- Nic mnie nie jest w stanie wyprowadzić z równowagi. A już na pewno nie Kuba - powiedziała w wywiadzie dla Dzień Dobry TVN Maja Sablewska, która w ostatnim odcinku programu X Factor została pozbawiona swoich ostatnich podopiecznych - zespołu Dziewczyny.
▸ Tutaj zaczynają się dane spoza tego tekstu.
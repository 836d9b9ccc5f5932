// What kind of file an upload is, from its first bytes (names and content types can lie).
import fs from "node:fs";

/** Archive kinds we unpack; "other" is a plain file. */
export type FileKind = "zip" | "gzip" | "tar" | "other";

/** The kind of `file` by magic number: PK\x03\x04 / PK\x05\x06 (zip), 1f 8b (gzip), "ustar" at 257 (tar). */
export function sniffKind(file: string): FileKind {
  const fd = fs.openSync(file, "r");
  try {
    const head = Buffer.alloc(262);
    const n = fs.readSync(fd, head, 0, head.length, 0);
    if (n >= 4 && head[0] === 0x50 && head[1] === 0x4b && ((head[2] === 3 && head[3] === 4) || (head[2] === 5 && head[3] === 6))) return "zip";
    if (n >= 2 && head[0] === 0x1f && head[1] === 0x8b) return "gzip";
    if (n >= 262 && head.subarray(257, 262).toString("latin1") === "ustar") return "tar";
    return "other";
  } finally {
    fs.closeSync(fd);
  }
}

/** Whether a name says "archive": .zip, .tar.gz, .tgz, .tar. */
export const looksLikeArchive = (name: string) => /\.(zip|tar\.gz|tgz|tar)$/i.test(name);
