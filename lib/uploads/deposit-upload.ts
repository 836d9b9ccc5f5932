import "server-only";
// POST /api/v1/imports end to end: receive, unpack safely, find bundles, deposit each; the upload's folder is always removed.
import fs from "node:fs";
import path from "node:path";
import type { AuditSource } from "@/lib/audit/record-audit";
import type { Identity } from "@/lib/auth/identity";
import { AppError } from "@/lib/errors";
import { UnpackBudget } from "./budget";
import { depositBundle, type BundleOutcome } from "./deposit-bundle";
import { findBundles, listFiles } from "./find-bundles";
import { uploadLimits, type UploadLimits } from "./limits";
import { makeUploadRoot, receiveUpload, type ReceivedFile } from "./receive-upload";
import { resolveUploadGroup } from "./upload-group";
import { looksLikeArchive, sniffKind } from "./sniff";
import { unpackTar } from "./unpack-tar";
import { unpackZip } from "./unpack-zip";

/** The answer to one upload: an outcome per bundle (or per archive that could not be unpacked) and the counts. */
export type UploadResult = { groupId: string; bundles: BundleOutcome[]; accepted: number; alreadyImported: number; refused: number };

/** Receive the upload in `req` as `who` and deposit every bundle in it (see docs/uploads.md). */
export async function depositUpload(req: Request, who: Identity, audit: AuditSource, limits: UploadLimits = uploadLimits()): Promise<UploadResult> {
  const root = makeUploadRoot(limits);
  try {
    const received = await receiveUpload(req, root, limits);
    if (received.files.length === 0) throw new AppError("invalid", "the upload is empty: send the files of a result bundle, or one .zip or .tar.gz of bundles");
    const groupId = await resolveUploadGroup(who, received.fields.group ?? new URL(req.url).searchParams.get("group"));
    const bundles: BundleOutcome[] = [];
    const budget = new UnpackBudget(limits);
    const loose: ReceivedFile[] = [];
    const sources: { dir: string; prefix: string | null }[] = [];
    for (const [k, f] of received.files.entries()) {
      const kind = sniffKind(f.file);
      if (kind === "other") {
        if (f.bytes === 0 && looksLikeArchive(f.name)) { bundles.push(refusedUpload(f.name, `${f.name}: is empty (0 bytes)`)); continue; }
        if (looksLikeArchive(f.name) || received.files.length === 1 && !received.multipart) {
          bundles.push(refusedUpload(f.name, `${f.name}: is not a .zip or .tar.gz archive (its first bytes are neither a zip nor a gzip header)`));
          continue;
        }
        loose.push(f);
        continue;
      }
      const target = path.join(root, "unpacked", String(k));
      fs.mkdirSync(target, { recursive: true });
      try {
        if (kind === "zip") await unpackZip(f.file, f.name, target, budget);
        else await unpackTar(f.file, f.name, target, budget, kind === "gzip");
        sources.push({ dir: target, prefix: f.name });
      } catch (err) {
        if (!(err instanceof AppError)) throw err;
        bundles.push(refusedUpload(f.name, err.message));
      } finally {
        fs.rmSync(f.file, { force: true });
      }
    }
    if (loose.length > 0) {
      const dir = path.join(root, "files");
      for (const f of loose) {
        budget.addFile(`upload: ${f.name}`);
        budget.declare(f.bytes, `upload: ${f.name}`);
        budget.bytes += f.bytes;
        const out = path.join(dir, f.name);
        if (fs.existsSync(out)) throw new AppError("invalid", `upload: ${f.name} is sent twice`, { file: f.name });
        fs.mkdirSync(path.dirname(out), { recursive: true });
        fs.renameSync(f.file, out);
      }
      sources.push({ dir, prefix: null });
    }
    for (const source of sources) {
      const found = findBundles(source.dir);
      if (found.length === 0 && source.prefix) bundles.push(refusedUpload(source.prefix, `${source.prefix}: holds no files`));
      for (const b of found) {
        const names = listFiles(b.dir).map((n) => joinName(source.prefix, b.rel, n));
        const label = source.prefix ? `${source.prefix}:${b.rel || "."}` : b.rel || "uploaded files";
        bundles.push(await depositBundle({ dir: b.dir, label, originalNames: names, groupId, uploaderId: who.userId, audit }));
      }
    }
    const count = (s: BundleOutcome["status"]) => bundles.filter((b) => b.status === s).length;
    return { groupId, bundles, accepted: count("accepted"), alreadyImported: count("already-imported"), refused: count("refused") };
  } finally {
    fs.rmSync(root, { recursive: true, force: true });
  }
}

/** An archive (or file) refused before any bundle in it was looked at: nothing was recorded. */
function refusedUpload(name: string, reason: string): BundleOutcome {
  return { bundle: name, status: "refused", reason, importId: null, file: name };
}

const joinName = (prefix: string | null, rel: string, name: string) => {
  const inner = rel ? `${rel}/${name}` : name;
  return prefix ? `${prefix}:${inner}` : inner;
};
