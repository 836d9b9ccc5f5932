// The limits one upload is held to (env.uploads), passed explicitly so tests can shrink them.
import { env } from "@/lib/env";

/** Bounds of one upload: body size, file count, unpacked bytes, compression ratio, and where it is received. */
export type UploadLimits = { maxBytes: number; maxFiles: number; maxUnpackedBytes: number; maxRatio: number; dir: string };

/** The configured limits. */
export function uploadLimits(): UploadLimits {
  return { ...env.uploads };
}

/** Bytes as a person reads them: 256 MiB. */
export function formatBytes(n: number): string {
  const units = ["bytes", "KiB", "MiB", "GiB", "TiB"];
  let i = 0;
  let v = n;
  while (v >= 1024 && i < units.length - 1) { v /= 1024; i++; }
  return i === 0 ? `${n} bytes` : `${Number.isInteger(v) ? v : v.toFixed(1)} ${units[i]}`;
}

/** Ratio above which an archive counts as a zip bomb, unless it unpacks to less than this. */
export const RATIO_FLOOR_BYTES = 1_048_576;
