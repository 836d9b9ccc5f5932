import "server-only";
// One uploaded bundle folder → accepted, already imported, or refused; a refusal leaves only its rejected Import row.
import { modelsFor } from "@/lib/db/models-for";
import { AppError } from "@/lib/errors";
import { computePointEstimates } from "@/lib/estimates/compute-point-estimates";
import { bundleError } from "@/lib/importer/bundle-error";
import { bundleHashOf } from "@/lib/importer/bundle-hash";
import { importBundle } from "@/lib/importer/import-bundle";
import { MANIFEST, parseManifest, readManifestBytes } from "@/lib/importer/read-manifest";
import { recordRejection } from "@/lib/importer/record-rejection";
import { validateBundle, type ValidBundle } from "@/lib/importer/validate-bundle";
import { recordAudit, type AuditSource } from "@/lib/audit/record-audit";
import type { Sampler } from "@/models";
import { createArchiveRun } from "./archive-run";

/** The outcome for one bundle of an upload. */
export type BundleOutcome =
  | { bundle: string; status: "accepted"; importId: string; runId: string; ensembleId: string; observables: string[]; rows: number }
  | { bundle: string; status: "already-imported"; importId: string; runId: string | null }
  | { bundle: string; status: "refused"; reason: string; importId: string | null; file?: string; line?: number; field?: string };

/** Steps of one deposit, in order, as progress reports name them. */
export type BundleStage = "checking" | "importing" | "estimates";

/** Who deposits into which group, how the bundle is named in answers and on the Import row, and who hears of each step. */
export type DepositInput = { dir: string; label: string; originalNames: string[]; groupId: string; uploaderId: string; audit: AuditSource; onStage?: (stage: BundleStage) => void };

class Superseded extends Error {}

/**
 * Deposit the bundle in `dir`: validate it whole first (the same validator as cluster results,
 * against the sampler its manifest names), then in ONE transaction create its archive
 * ensemble/point/run, import it with importBundle and recompute the point's estimates. The
 * pre-validation matters: importBundle records a refusal in a separate transaction, which must
 * not reference a run that the refusal rolls back — so refusals are recorded here with no run.
 */
export async function depositBundle(input: DepositInput): Promise<BundleOutcome> {
  const m = modelsFor();
  const { dir, label } = input;
  const stage = (st: BundleStage) => input.onStage?.(st);
  let bundleHash: string | null = null;
  try {
    stage("checking");
    bundleHash = await bundleHashOf(dir);
    const known = await m.Import.findOne({ where: { bundleHash, state: "accepted" } });
    if (known) return { bundle: label, status: "already-imported", importId: known.id, runId: known.runId };
    const { sampler, bundle } = await preValidate(dir);
    return await m.sequelize.transaction(async (transaction) => {
      stage("importing");
      const rows = await createArchiveRun({ groupId: input.groupId, ownerId: input.uploaderId, sampler, manifest: bundle.manifest }, transaction);
      const result = await importBundle({ runId: rows.runId, dir, source: "upload", uploadedById: input.uploaderId, originalNames: input.originalNames }, { transaction });
      if (result.status !== "imported") throw new Superseded();
      stage("estimates");
      await computePointEstimates(rows.pointId, { transaction });
      await recordAudit(input.audit, "import.upload", { type: "run", id: rows.runId, groupId: input.groupId },
        { importId: result.importId, bundleHash, originalNames: input.originalNames.slice(0, 50) }, transaction);
      return { bundle: label, status: "accepted" as const, importId: result.importId, runId: rows.runId, ensembleId: rows.ensembleId, observables: result.observables, rows: result.rows };
    });
  } catch (err) {
    if (bundleHash && (err instanceof Superseded || isUniqueViolation(err))) {
      // A concurrent upload of the same bundle committed first; ours rolled back whole.
      const winner = await m.Import.findOne({ where: { bundleHash, state: "accepted" } });
      if (winner) return { bundle: label, status: "already-imported", importId: winner.id, runId: winner.runId };
    }
    if (err instanceof AppError && (err.code === "invalid" || err.code === "conflict" || err.code === "bad_request")) {
      const importId = bundleHash
        ? await recordRejection(m.sequelize, { bundleHash, runId: null, source: "upload", uploadedById: input.uploaderId, originalNames: input.originalNames, reason: err.message })
        : null;
      const d = err.details ?? {};
      return {
        bundle: label, status: "refused", reason: err.message, importId,
        file: typeof d.file === "string" ? d.file : undefined, line: typeof d.line === "number" ? d.line : undefined, field: typeof d.field === "string" ? d.field : undefined,
      };
    }
    throw err;
  }
}

/** Every check importBundle makes, against the registered sampler the manifest names, before any row exists. */
async function preValidate(dir: string): Promise<{ sampler: Sampler; bundle: ValidBundle }> {
  const bytes = readManifestBytes(dir);
  if (!bytes) throw bundleError({ file: MANIFEST }, "is missing: a result bundle must contain manifest.json");
  const manifest = parseManifest(bytes);
  const sampler = await modelsFor().Sampler.findOne({ where: { name: manifest.sampler?.name ?? "", version: manifest.sampler?.version ?? "" } });
  let found: Sampler | null = sampler;
  const bundle = await validateBundle(dir, bytes, async (mf) => {
    if (!found) {
      const known = await modelsFor().Sampler.findAll({ attributes: ["name", "version"], order: [["name", "ASC"], ["version", "ASC"]] });
      throw bundleError({ file: MANIFEST, field: "/sampler" }, `${mf.sampler.name} ${mf.sampler.version} is not a registered sampler (registered: ${known.map((s) => `${s.name} ${s.version}`).join(", ") || "none"})`);
    }
    return { sampler: { name: found.name, version: found.version, observables: (found.observables ?? []).map((o) => o.name) }, params: mf.params };
  });
  found = found!;
  return { sampler: found, bundle };
}

function isUniqueViolation(err: unknown): boolean {
  const e = err as { name?: string; parent?: { code?: string } };
  return e?.name === "SequelizeUniqueConstraintError" || e?.parent?.code === "23505";
}
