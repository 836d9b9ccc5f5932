import "server-only";
// The NDJSON answer of POST /api/v1/imports: one line per progress step while the bundles are
// deposited, then {"type":"result","data":…} (or {"type":"error",…}); docs/uploads.md has the lines.
import { AppError, errorBody } from "@/lib/errors";
import type { log as baseLog } from "@/lib/log";
import type { PreparedUpload, UploadProgress } from "./deposit-upload";

/** Media type of the streamed answer. */
export const NDJSON = "application/x-ndjson";

/** One line of the stream: a progress step, the final result, or the error that ended it. */
export type ProgressLine = UploadProgress | { type: "result"; data: Awaited<ReturnType<PreparedUpload["deposit"]>> } | { type: "error"; error: { code: string; message: string } };

/**
 * Deposit `prepared`, streaming a line per step. The deposits go on if the client goes away: each
 * bundle is its own transaction, and stopping half-way would leave the upload's folder for nobody.
 */
export function progressStream(prepared: PreparedUpload, log: typeof baseLog): Response {
  const encoder = new TextEncoder();
  let open = true;
  const body = new ReadableStream<Uint8Array>({
    start(controller) {
      const send = (line: ProgressLine) => {
        if (!open) return;
        try { controller.enqueue(encoder.encode(`${JSON.stringify(line)}\n`)); } catch { open = false; }
      };
      prepared.deposit(send).then(
        (data) => send({ type: "result", data }),
        (err: unknown) => {
          if (!(err instanceof AppError)) log.error({ err }, "upload failed while depositing");
          const e = err instanceof AppError ? err : new AppError("internal", "the upload failed while importing; the server log has the details");
          send({ type: "error", error: errorBody(e).error });
        },
      ).finally(() => { if (open) { open = false; controller.close(); } });
    },
    cancel() { open = false; },
  });
  // no-transform: the server's compression would otherwise hold lines back until it has a block.
  return new Response(body, { status: 200, headers: { "content-type": `${NDJSON}; charset=utf-8`, "cache-control": "no-cache, no-transform", "x-accel-buffering": "no" } });
}
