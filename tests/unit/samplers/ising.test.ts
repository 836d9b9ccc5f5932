// ising2d Monte Carlo against exact results. Tolerance: SIGMA (4) binning standard errors
// (helpers.ts); every run uses its own fixed seed, so the outcome is reproducible.
import { describe, expect, it } from "vitest";
import { SIGMA, binned, pull, runCore } from "./helpers";
import { TC, enumerate4x4, kaufmanEnergy, onsagerEnergy, yangMagnetisation } from "./ising-exact";

function expectClose(x: Float64Array, exact: number, tauGuess: number, what: string) {
  const est = binned(x, tauGuess);
  const msg = `${what}: measured ${est.mean.toFixed(5)} ± ${est.err.toExponential(2)} (tau ${est.tau.toFixed(1)}), exact ${exact.toFixed(5)}, pull ${pull(est, exact).toFixed(2)}`;
  console.log(msg);
  expect(Math.abs(est.mean - exact), msg).toBeLessThan(SIGMA * est.err);
}

const variants = [
  { algorithm: "metropolis", sweep: "sequential" },
  { algorithm: "metropolis", sweep: "checkerboard" },
  { algorithm: "wolff" },
  { algorithm: "wolff", clusters: 3 },
] as const;

describe("ising2d 4×4 vs exact enumeration of all 2^16 states", () => {
  for (const v of variants) {
    it.each([1.5, TC, 3.5])(`${v.algorithm}${"sweep" in v ? "/" + v.sweep : ""}${"clusters" in v ? `/${v.clusters} clusters` : ""} at T=%f: e, |m|, m²`, (T) => {
      const exact = enumerate4x4(T);
      const start = T > 3 ? "hot" : "cold";
      const s = runCore("ising2d", { L: 4, T, start, ...v }, { seed: "401", thermalization: 1000, measurements: 100_000 });
      for (const k of ["e", "absM", "m2"] as const) expectClose(s[k], exact[k], 5, `${k} at T=${T}`);
    });
  }
});

describe("ising2d energy near T_c vs Kaufman (1949) finite-lattice partition function", () => {
  it.each([
    [8, "metropolis", 10],
    [8, "wolff", 2],
    [16, "metropolis", 15],
    [16, "wolff", 2],
  ] as const)("L=%i %s at T_c", (L, algorithm, tauGuess) => {
    const s = runCore("ising2d", { L, T: TC, algorithm }, { seed: `8${L}`, thermalization: 2000, measurements: algorithm === "wolff" ? 40_000 : 80_000 });
    expectClose(s.e, kaufmanEnergy(L, TC), tauGuess, `e L=${L} ${algorithm}`);
  });
});

describe("ising2d L=64 vs Onsager (1944) energy and Yang (1952) magnetisation", () => {
  // At L=64 and T ≤ 2.0 or ≥ 3.0 the correlation length is a few sites, so finite-size
  // corrections (exponentially small in L/ξ) are far below the statistical errors.
  it("metropolis T=2.0 (ordered): e and |m|", () => {
    const s = runCore("ising2d", { L: 64, T: 2.0, algorithm: "metropolis" }, { seed: "64", thermalization: 500, measurements: 16_000 });
    expectClose(s.e, onsagerEnergy(2.0), 3, "e");
    expectClose(s.absM, yangMagnetisation(2.0), 3, "|m| vs Yang");
  });
  it("metropolis T=3.0 (disordered): e", () => {
    const s = runCore("ising2d", { L: 64, T: 3.0, algorithm: "metropolis", sweep: "checkerboard" }, { seed: "65", thermalization: 500, measurements: 16_000 });
    expectClose(s.e, onsagerEnergy(3.0), 3, "e");
  });
  it("wolff T=2.0 and T=3.0", () => {
    const lo = runCore("ising2d", { L: 64, T: 2.0, algorithm: "wolff" }, { seed: "66", thermalization: 200, measurements: 4000 });
    expectClose(lo.e, onsagerEnergy(2.0), 2, "e T=2");
    expectClose(lo.absM, yangMagnetisation(2.0), 2, "|m| T=2 vs Yang");
    const hi = runCore("ising2d", { L: 64, T: 3.0, algorithm: "wolff" }, { seed: "67", thermalization: 200, measurements: 6000 });
    expectClose(hi.e, onsagerEnergy(3.0), 2, "e T=3");
  });
});

describe("ising2d autocorrelation at T_c, L=32", () => {
  // Cluster updates beat critical slowing down (Wolff 1989): tau_int of |m| and e in
  // sweeps must be far below Metropolis's. A factor ≥ 5 is the common-practice bar; at
  // L=32 the measured ratio is much larger.
  it("Wolff tau_int is at least 5× below Metropolis", () => {
    const met = runCore("ising2d", { L: 32, T: TC, algorithm: "metropolis" }, { seed: "3201", thermalization: 5000, measurements: 100_000 });
    const wolff = runCore("ising2d", { L: 32, T: TC, algorithm: "wolff" }, { seed: "3202", thermalization: 1000, measurements: 30_000 });
    for (const k of ["absM", "e"] as const) {
      const tm = binned(met[k], 60).tau;
      const tw = binned(wolff[k], 3).tau;
      console.log(`tau_int(${k}) at T_c, L=32 (binning): metropolis ${tm.toFixed(1)}, wolff ${tw.toFixed(2)} sweeps; ratio ${(tm / tw).toFixed(1)}`);
      expect(tm / tw).toBeGreaterThanOrEqual(5);
    }
  });
});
Przypomnijmy, że w dogrywce rywalizowała właśnie grupa kierowana przez Sablewską i Małgorzata Stankiewicz ze stajni Czesława Mozila. Każdy z mentorów lojalnie poparł swoich ludzi, więc o dalszych losach uczestników musiał zadecydować Kuba Wojewódzki, który stwierdził, że lubi, "gdy jest gorąco" i wyrzucił z programu duet dziewczyn, choć w powszechnej opinii wypadły one lepiej niż pani Małgosia.
Przeczytaj koniecznie: RANKING JURORÓW. Alicja Węgorzewska NAJLEPSZĄ jurorką. Maja Sablewska poza podium
- Nie rozumiem tej decyzji. Mnie rodzice wychowali inaczej. Wyniosłam z domu inne wartości, ale Kuba może robić sobie co mu się podoba - mówiła wyraźnie wzburzona Sablewska, która od teraz będzie mogła skupić się tylko na ocenianiu uczestników, bo jej podopiecznych w programie po prostu już nie ma.
Czy w kolejnych programach będzie obiektywna? A może będzie szukała okazji do rewanżu, na czym ucierpi Ada Szulc lub Michał Szpak, którymi kieruje Kuba Wojewódzki?